[INFORMATION SHOWN Boundary: Start]

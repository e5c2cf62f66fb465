package masks

import (
	"bufio"
	"encoding/binary"
	"encoding/xml"
	"fmt"
	"io"
	"math"
	"strconv"
	"strings"
)

// VTIOptions tunes WriteVTI.
type VTIOptions struct {
	// HeaderType64 forces UInt64 array byte counts (header_type="UInt64").
	// Without it WriteVTI uses UInt32 and switches to UInt64 by itself when
	// any array holds more than 4 GiB - 1 bytes, the most a UInt32 can count.
	HeaderType64 bool
}

// vtiArray is one DataArray of the appended section.
type vtiArray struct {
	f     *Field
	comps int    // components written: 3 for a 2D vector, else f.Components
	vtk   string // VTK type name
	bytes uint64 // bytes of data, without the byte-count header
}

// vtiTypeName maps a field type to the VTK XML type attribute.
func vtiTypeName(d DType) string {
	switch d {
	case Float64:
		return "Float64"
	case Float32:
		return "Float32"
	case Int32:
		return "Int32"
	case Uint8:
		return "UInt8"
	}
	return ""
}

// WriteVTI writes m as a VTK XML ImageData file (.vti) with every field as
// cell data in one appended raw-binary section, little-endian, following
// "VTK File Formats" (VTK User's Guide / vtk.org documentation, XML
// ImageData): WholeExtent is "0 nx 0 ny 0 nz" in point indices ("0 nx 0 ny
// 0 0" in 2D), Origin is the grid's lower corner and Spacing the cell size in
// metres, so VTK's cells coincide with chimask's cells and VTK's x-fastest
// cell order is the fields' own order.
//
// Each array in the appended block is preceded by its byte count as UInt32,
// or as UInt64 (header_type="UInt64") when forced by opts or needed because
// an array exceeds 4 GiB. A 2D vector field (2 components) is written with 3
// components, z = 0, so that VTK and ParaView treat it as a vector (glyphs,
// stream tracers); the .npy file keeps 2 components. The first
// single-component field is marked as the active scalars and the first
// vector field as the active vectors.
//
// Data are streamed in 64 KiB chunks through one reused buffer, without a
// copy of any field. A field whose length does not match m.Grid, or a
// duplicate name, gives an error before anything is written.
func WriteVTI(w io.Writer, m *Mask, opts VTIOptions) error {
	g := m.Grid
	if err := g.Validate(); err != nil {
		return fmt.Errorf("vti: %w", err)
	}
	arrays := make([]vtiArray, 0, len(m.Fields))
	seen := map[string]bool{}
	header64 := opts.HeaderType64
	for _, f := range m.Fields {
		if err := npyCheckField(g, f); err != nil {
			return fmt.Errorf("vti: %w", err)
		}
		if seen[f.Name] {
			return fmt.Errorf("vti: two fields are called %q", f.Name)
		}
		seen[f.Name] = true
		a := vtiArray{f: f, comps: f.Components, vtk: vtiTypeName(f.DType)}
		if g.Dim == 2 && f.Components == 2 {
			a.comps = 3
		}
		a.bytes = uint64(g.NumCells()) * uint64(a.comps) * uint64(f.DType.Size())
		header64 = header64 || vtiNeeds64(a.bytes)
		arrays = append(arrays, a)
	}
	hsize, htype := uint64(4), "UInt32"
	if header64 {
		hsize, htype = 8, "UInt64"
	}

	bw := bufio.NewWriterSize(w, npyChunkBytes)
	nz := g.Cells[2]
	if g.Dim == 2 {
		nz = 0
	}
	extent := fmt.Sprintf("0 %d 0 %d 0 %d", g.Cells[0], g.Cells[1], nz)
	spacing := g.Spacing
	if g.Dim == 2 && !(spacing[2] > 0 && spacing[2] < math.Inf(1)) {
		spacing[2] = 1 // unused in 2D, but VTK filters divide by it
	}
	fmt.Fprintf(bw, "<?xml version=\"1.0\"?>\n")
	fmt.Fprintf(bw, "<VTKFile type=\"ImageData\" version=\"1.0\" byte_order=\"LittleEndian\" header_type=\"%s\">\n", htype)
	fmt.Fprintf(bw, "  <ImageData WholeExtent=\"%s\" Origin=\"%s\" Spacing=\"%s\">\n", extent, vtiFloats(g.Origin[:]), vtiFloats(spacing[:]))
	fmt.Fprintf(bw, "    <Piece Extent=\"%s\">\n", extent)
	fmt.Fprintf(bw, "      <PointData>\n      </PointData>\n")
	fmt.Fprintf(bw, "      <CellData%s>\n", vtiActive(arrays))
	var offset uint64
	for _, a := range arrays {
		fmt.Fprintf(bw, "        <DataArray type=\"%s\" Name=\"%s\" NumberOfComponents=\"%d\" format=\"appended\" offset=\"%d\"/>\n",
			a.vtk, vtiEscape(a.f.Name), a.comps, offset)
		offset += hsize + a.bytes
	}
	fmt.Fprintf(bw, "      </CellData>\n    </Piece>\n  </ImageData>\n")
	fmt.Fprintf(bw, "  <AppendedData encoding=\"raw\">\n   _")
	buf := make([]byte, 0, npyChunkBytes)
	for _, a := range arrays {
		if hsize == 8 {
			buf = binary.LittleEndian.AppendUint64(buf[:0], a.bytes)
		} else {
			buf = binary.LittleEndian.AppendUint32(buf[:0], uint32(a.bytes))
		}
		if _, err := bw.Write(buf); err != nil {
			return err
		}
		if err := vtiWriteArray(bw, a, buf); err != nil {
			return err
		}
	}
	fmt.Fprintf(bw, "\n  </AppendedData>\n</VTKFile>\n")
	return bw.Flush()
}

// vtiNeeds64 reports whether an array of n bytes needs a UInt64 byte count.
func vtiNeeds64(n uint64) bool { return n > math.MaxUint32 }

// vtiWriteArray streams one array's values, padding 2D vectors with z = 0.
func vtiWriteArray(w io.Writer, a vtiArray, buf []byte) error {
	f := a.f
	if a.comps == f.Components {
		return npyWriteData(w, f, 0, f.Len())
	}
	size := f.DType.Size()
	zero := make([]byte, size*(a.comps-f.Components))
	cells := f.Len() / f.Components
	step := npyChunkBytes / (size * a.comps)
	for c := 0; c < cells; c += step {
		buf = buf[:0]
		for i := c; i < min(c+step, cells); i++ {
			buf = npyPutElems(buf, f, i*f.Components, (i+1)*f.Components)
			buf = append(buf, zero...)
		}
		if _, err := w.Write(buf); err != nil {
			return err
		}
	}
	return nil
}

// vtiActive names the active scalars and vectors for the CellData element.
func vtiActive(arrays []vtiArray) string {
	var s, v string
	for _, a := range arrays {
		if s == "" && a.comps == 1 {
			s = a.f.Name
		}
		if v == "" && a.comps == 3 {
			v = a.f.Name
		}
	}
	out := ""
	if s != "" {
		out += " Scalars=\"" + vtiEscape(s) + "\""
	}
	if v != "" {
		out += " Vectors=\"" + vtiEscape(v) + "\""
	}
	return out
}

// vtiFloats formats three numbers with the shortest text that reads back to
// the same float64.
func vtiFloats(v []float64) string {
	parts := make([]string, len(v))
	for i, x := range v {
		parts[i] = strconv.FormatFloat(x, 'g', -1, 64)
	}
	return strings.Join(parts, " ")
}

// vtiEscape escapes s for use inside a double-quoted XML attribute.
func vtiEscape(s string) string {
	var b strings.Builder
	_ = xml.EscapeText(&b, []byte(s)) // a strings.Builder never fails
	return b.String()
}
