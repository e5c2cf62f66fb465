package masks

import (
	"bytes"
	"context"
	"errors"
	"os"
	"path/filepath"
	"strings"
	"testing"
	"time"
)

// outCancelAfter is a context whose Err turns to Canceled after n calls, to
// cancel WriteDirContext at every point where it looks.
type outCancelAfter struct {
	context.Context
	n int
}

func (c *outCancelAfter) Err() error {
	if c.n <= 0 {
		return context.Canceled
	}
	c.n--
	return nil
}

func (c *outCancelAfter) Done() <-chan struct{} { return nil }
func (c *outCancelAfter) Deadline() (time.Time, bool) {
	return time.Time{}, false
}

// outSnapshot reads every file under dir.
func outSnapshot(t *testing.T, dir string) map[string][]byte {
	t.Helper()
	files := map[string][]byte{}
	filepath.WalkDir(dir, func(p string, d os.DirEntry, err error) error {
		if err == nil && !d.IsDir() {
			b, _ := os.ReadFile(p)
			rel, _ := filepath.Rel(dir, p)
			files[rel] = b
		}
		return err
	})
	return files
}

// TestWriteDirContextCancelKeepsPrevious cancels WriteDirContext at each of
// its checks in turn, over a folder holding an earlier output of another
// grid, with all three formats. Every cancelled run must return
// context.Canceled and leave the folder byte-for-byte as it was (no
// temporary file, the old manifest in place); the first run not cancelled
// writes the new output, which ReadDir accepts. Regression: WriteDir took no
// context, so an interrupt during writing let the build finish (exit 0), and
// a write failure after the first file left the folder without manifest.
func TestWriteDirContextCancelKeepsPrevious(t *testing.T) {
	dir := t.TempDir()
	oldM := &Mask{Grid: Grid{Dim: 2, Spacing: [3]float64{1e-3, 1e-3, 1}, Cells: [3]int{7, 5, 1}}}
	oldM.Fields = NewStandardFields(oldM.Grid)
	formats := []string{"vti", "npy", "zarr"}
	if err := WriteDir(dir, oldM, nil, formats); err != nil {
		t.Fatal(err)
	}
	before := outSnapshot(t, dir)
	newM := &Mask{Grid: Grid{Dim: 2, Spacing: [3]float64{5e-4, 5e-4, 1}, Cells: [3]int{14, 10, 1}}}
	newM.Fields = NewStandardFields(newM.Grid)
	for i, f := range newM.Fields {
		for k := range f.F64 {
			f.F64[k] = float64(i)
		}
	}
	for n := 0; ; n++ {
		err := WriteDirContext(&outCancelAfter{Context: context.Background(), n: n}, dir, newM, nil, formats)
		if err == nil {
			if n < 3 {
				t.Fatalf("WriteDirContext succeeded after only %d context checks, want one per file at least", n)
			}
			break
		}
		if !errors.Is(err, context.Canceled) {
			t.Fatalf("cancelled after %d checks: %v, want context.Canceled", n, err)
		}
		after := outSnapshot(t, dir)
		for name, b := range after {
			if strings.Contains(name, ".tmp-") {
				t.Fatalf("cancelled after %d checks: temporary %s left", n, name)
			}
			if !bytes.Equal(b, before[name]) {
				t.Fatalf("cancelled after %d checks: %s differs from the earlier output", n, name)
			}
		}
		if len(after) != len(before) {
			t.Fatalf("cancelled after %d checks: %d files, the earlier output had %d", n, len(after), len(before))
		}
		if n > 10000 {
			t.Fatal("WriteDirContext never finished")
		}
	}
	got, _, err := ReadDir(dir)
	if err != nil || got.Grid != newM.Grid {
		t.Fatalf("ReadDir after the full write: grid %v, %v; want %v", got.Grid, err, newM.Grid)
	}
	for name := range outSnapshot(t, dir) {
		if strings.Contains(name, ".tmp-") {
			t.Errorf("temporary %s left after a successful write", name)
		}
	}
}
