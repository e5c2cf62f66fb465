package masks

import (
	"errors"
	"os"
	"path/filepath"
	"testing"
)

// TestWriteDirRemovesStaleOutputs: rebuilding into a folder with fewer
// formats must not leave the previous mask under the standard names.
// Before, `chimask build a.dxf --out m` then `chimask build b.dxf --out m
// --format vti` left a.dxf's solid_fraction.npy (and the other nine) in m,
// and np.load read the old geometry without any sign of it. Files the old
// manifest did not name, and a mask.zarr store, stay.
func TestWriteDirRemovesStaleOutputs(t *testing.T) {
	for _, tc := range []struct {
		name         string
		first, again []string
		gone, kept   []string
	}{
		{"npy dropped", []string{"vti", "npy"}, []string{"vti"}, []string{SolidFraction + ".npy", "region.npy"}, []string{VTIFile, "notes.txt"}},
		{"vti dropped", []string{"vti", "npy"}, []string{"npy"}, []string{VTIFile}, []string{SolidFraction + ".npy", "notes.txt"}},
		{"zarr kept", []string{"zarr", "npy"}, []string{"npy"}, nil, []string{ZarrDir, SolidFraction + ".npy", "notes.txt"}},
		{"same formats", []string{"vti", "npy"}, []string{"vti", "npy"}, nil, []string{VTIFile, SolidFraction + ".npy", "notes.txt"}},
	} {
		t.Run(tc.name, func(t *testing.T) {
			dir := t.TempDir()
			m := outTestMask(npyGrid2(5, 3))
			if err := WriteDir(dir, m, nil, tc.first); err != nil {
				t.Fatal(err)
			}
			if err := os.WriteFile(filepath.Join(dir, "notes.txt"), []byte("mine"), 0o644); err != nil {
				t.Fatal(err)
			}
			if err := WriteDir(dir, m, nil, tc.again); err != nil {
				t.Fatal(err)
			}
			for _, n := range tc.gone {
				if _, err := os.Stat(filepath.Join(dir, n)); !errors.Is(err, os.ErrNotExist) {
					t.Errorf("WriteDir(%v) after %v: stale %s still there (stat %v)", tc.again, tc.first, n, err)
				}
			}
			for _, n := range tc.kept {
				if _, err := os.Stat(filepath.Join(dir, n)); err != nil {
					t.Errorf("WriteDir(%v) after %v: %s removed: %v", tc.again, tc.first, n, err)
				}
			}
			if _, man, err := ReadDir(dir); tc.again[len(tc.again)-1] == "npy" && (err != nil || man == nil) {
				t.Errorf("ReadDir after the rewrite: %v", err)
			}
		})
	}
}
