package masks

import "fmt"

// DType names the element type of a field as it is stored and written.
type DType string

// The element types a field may have. They map to NumPy's "<f8", "<f4",
// "<i4", "<u1" and VTK's Float64, Float32, Int32, UInt8.
const (
	Float64 DType = "float64"
	Float32 DType = "float32"
	Int32   DType = "int32"
	Uint8   DType = "uint8"
)

// Size returns the size in bytes of one element.
func (d DType) Size() int {
	switch d {
	case Float64:
		return 8
	case Float32, Int32:
		return 4
	case Uint8:
		return 1
	}
	return 0
}

// Field is one named array over the cells of a grid, x fastest, with
// Components values per cell interleaved. Exactly one of the slices is set,
// the one that matches DType.
type Field struct {
	Name       string // e.g. "solid_fraction"; also the .npy file stem
	Unit       string // "1" for dimensionless, "m", "1/m", "K"
	Meaning    string // one sentence for the manifest
	DType      DType
	Components int // 1, or the grid dimension for vectors

	F64 []float64
	F32 []float32
	I32 []int32
	U8  []uint8
}

// NewField allocates a zeroed field for g with the given element type and
// number of components.
func NewField(g Grid, name, unit, meaning string, dt DType, components int) *Field {
	n := g.NumCells() * components
	f := &Field{Name: name, Unit: unit, Meaning: meaning, DType: dt, Components: components}
	switch dt {
	case Float64:
		f.F64 = make([]float64, n)
	case Float32:
		f.F32 = make([]float32, n)
	case Int32:
		f.I32 = make([]int32, n)
	case Uint8:
		f.U8 = make([]uint8, n)
	default:
		panic(fmt.Sprintf("masks.NewField: unknown dtype %q", dt)) // a bug in the caller, not bad input
	}
	return f
}

// Len returns the number of elements (cells times components).
func (f *Field) Len() int {
	switch f.DType {
	case Float64:
		return len(f.F64)
	case Float32:
		return len(f.F32)
	case Int32:
		return len(f.I32)
	case Uint8:
		return len(f.U8)
	}
	return 0
}

// Surface is one row of the surfaces table: what a surface id in the
// surface_id field stands for.
type Surface struct {
	ID              int      `json:"id"`     // 1-based; 0 in a field means "no surface"
	Name            string   `json:"name"`   // display name
	Source          string   `json:"source"` // the layer, id or solid name it was matched from
	Emissivity      float64  `json:"emissivity"`
	WallTemperature *float64 `json:"wall_temperature_K"` // kelvin; nil when unset (NaN in the field)
	MaterialID      int      `json:"material_id"`        // 0 when none
}

// Material is one row of the materials table: the solid behind a surface.
// Nil properties were not given in the scene.
type Material struct {
	ID           int      `json:"id"` // 1-based
	Name         string   `json:"name"`
	Conductivity *float64 `json:"conductivity_W_per_mK"`
	Density      *float64 `json:"density_kg_per_m3"`
	HeatCapacity *float64 `json:"heat_capacity_J_per_kgK"`
}

// Mask is a grid with its fields and the tables that give their ids meaning.
type Mask struct {
	Grid      Grid
	Fields    []*Field
	Surfaces  []Surface
	Materials []Material
}

// Field returns the field called name, or nil.
func (m *Mask) Field(name string) *Field {
	for _, f := range m.Fields {
		if f.Name == name {
			return f
		}
	}
	return nil
}
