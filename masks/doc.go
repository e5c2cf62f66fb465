// Package masks owns the Cartesian grid and the fields a solver reads from
// it, and writes and reads them in open formats: VTK XML ImageData (.vti),
// NumPy (.npy), Zarr, and a JSON manifest.
//
// Conventions:
//   - Lengths are in metres. Values are cell-centred: cell (i, j, k) spans
//     [Origin + (i, j, k) * Spacing, Origin + (i+1, j+1, k+1) * Spacing).
//   - Memory order is x fastest: the flat index of cell (i, j, k) is
//     i + nx*(j + ny*k), so NumPy sees shape (ny, nx) in 2D and (nz, ny, nx)
//     in 3D in C order. Vector fields interleave their components, so NumPy
//     sees (ny, nx, 2) or (nz, ny, nx, 3).
//   - A 2D grid has Dim 2 and Cells[2] == 1.
//
// The package knows nothing of where the fields came from.
package masks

[INFORMATION SHOWN Boundary: End]

* [DIRECTIONS FOR THIS TASK]
The word "Fatalf" may appear on some lines of these records; state how many such lines there are, and nothing else.

* [FINAL ANSWER]
6